- Fully Convolutional Networks for Image Segmentation: https://people.eecs.berkeley.edu/~jonlong/long_shelhamer_fcn.pdf It took me for a while to understand the paper, mainly because my lack of relevant background. The paper addresses one of the most difficult problems in AI: image segmentation (a.k.a. pixel-label labeling, dense prediction problem). Perhaps, its most important idea is to propose an end-to-end learning of a simple deconvolution to approach the problem. The deconvolution is implemented as bilinear interpolation, but it can be implemented as a deconvolution network that is composed of deconvolution and unpooling layers (see this http://www.cv-foundation.org/openaccess/content_iccv_2015/papers/Noh_Learning_Deconvolution_Network_ICCV_2015_paper.pdf)

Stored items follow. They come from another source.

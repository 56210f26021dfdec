import type { Role } from "../../server/http/identity.ts";

/**
 * The invented people of the demo. The seed creates them in the database and the local fake GitHub
 * (fakes/github.ts) knows the same list, so signing in as one of them lands on the seeded row.
 */
export interface DemoAccount {
  githubId: number;
  login: string;
  name: string;
  email: string;
  roles: Role[];
  /** One line for the fake's pick page. */
  blurb: string;
}

export const demoAccounts: readonly DemoAccount[] = [
  {
    githubId: 910001,
    login: "demo-admin",
    name: "Ilse Marrow",
    email: "ilse.marrow@demo.dragoman.invalid",
    roles: ["admin", "editor"],
    blurb: "runs the site and reviews submissions",
  },
  {
    githubId: 910002,
    login: "demo-editor",
    name: "Tomasz Quell",
    email: "tomasz.quell@demo.dragoman.invalid",
    roles: ["editor"],
    blurb: "reviews and publishes theory mappings",
  },
  {
    githubId: 910003,
    login: "demo-theorist",
    name: "Amara Venn",
    email: "amara.venn@demo.dragoman.invalid",
    roles: ["contributor"],
    blurb: "submits mappings for scalar-Gauss-Bonnet models",
  },
  {
    githubId: 910004,
    login: "demo-analyst",
    name: "Ruairi Falk",
    email: "ruairi.falk@demo.dragoman.invalid",
    roles: ["analyst"],
    blurb: "turns deviation bounds into coupling limits",
  },
  {
    githubId: 910005,
    login: "demo-reader",
    name: "Noor Halvorsen",
    email: "noor.halvorsen@demo.dragoman.invalid",
    roles: [],
    blurb: "reads the catalogue, no role beyond reader",
  },
];
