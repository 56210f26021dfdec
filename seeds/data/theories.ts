/**
 * The catalogue's seeded theories, as plain typed data (no database code). Each mapping records
 * whether its formula is confirmed against a paper, re-derived, or recalled from memory; entries
 * resting on memory carry `needs_source_confirmation` for an editor.
 */
import { bransDicke, dcs, edgb, scalarDipole } from "./theories-quadratic-scalar.ts";
import { dispersionEntries, massiveGraviton } from "./theories-propagation.ts";
import { extraDimension, varyingG } from "./theories-secular.ts";
import { johannsen, noncommutative } from "./theories-spacetime.ts";
import type { TheoryEntry } from "./theory-entry.ts";

export type { TheoryEntry } from "./theory-entry.ts";

export const THEORIES: readonly TheoryEntry[] = [
  edgb,
  dcs,
  bransDicke,
  scalarDipole,
  massiveGraviton,
  ...dispersionEntries,
  varyingG,
  extraDimension,
  noncommutative,
  johannsen,
];

export function theoryBySlug(slug: string): TheoryEntry | undefined {
  return THEORIES.find((t) => t.slug === slug);
}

There are several things I don't quite get yet, mainly with my very limited background:
First and most importantly, I wonder whether the final layers of the encoder have to be with the size of 1x1xdepth? I don't think it has to be that way (e.g. see https://arxiv.org/pdf/1511.00561.pdf), but I am not so sure why it is so common with the architecture (e.g. see http://www.cv-foundation.org/openaccess/content_iccv_2015/papers/Noh_Learning_Deconvolution_Network_ICCV_2015_paper.pdf)
Second, I don't really have background of bilinear interpolation, and to me a decoder makes more sense than that technique. Why do the authors use it instead?
Third, I don't see why the encoder has to be a fully convolutional network. To me having several fully-connected layers at the end would be still fine (or could be even better abeit there are tons of more parameters).
Fourth, I don't see why fully CNN network can work with images of virtually any size...
Finally, applying Dilated Convolutions seems to be a very good idea to help image segmentation (see this https://arxiv.org/abs/1511.07122). I admit I don't get this point though, but I believe this is just a matter of time and I need to think a bit more about it.
It is very pleased to know how people addressed this very hard problem with autoencoder-decoder. Nonetheless, I was wondering instead of using an encoder-decoder, are there other types of models that can produce such a heat map for each image?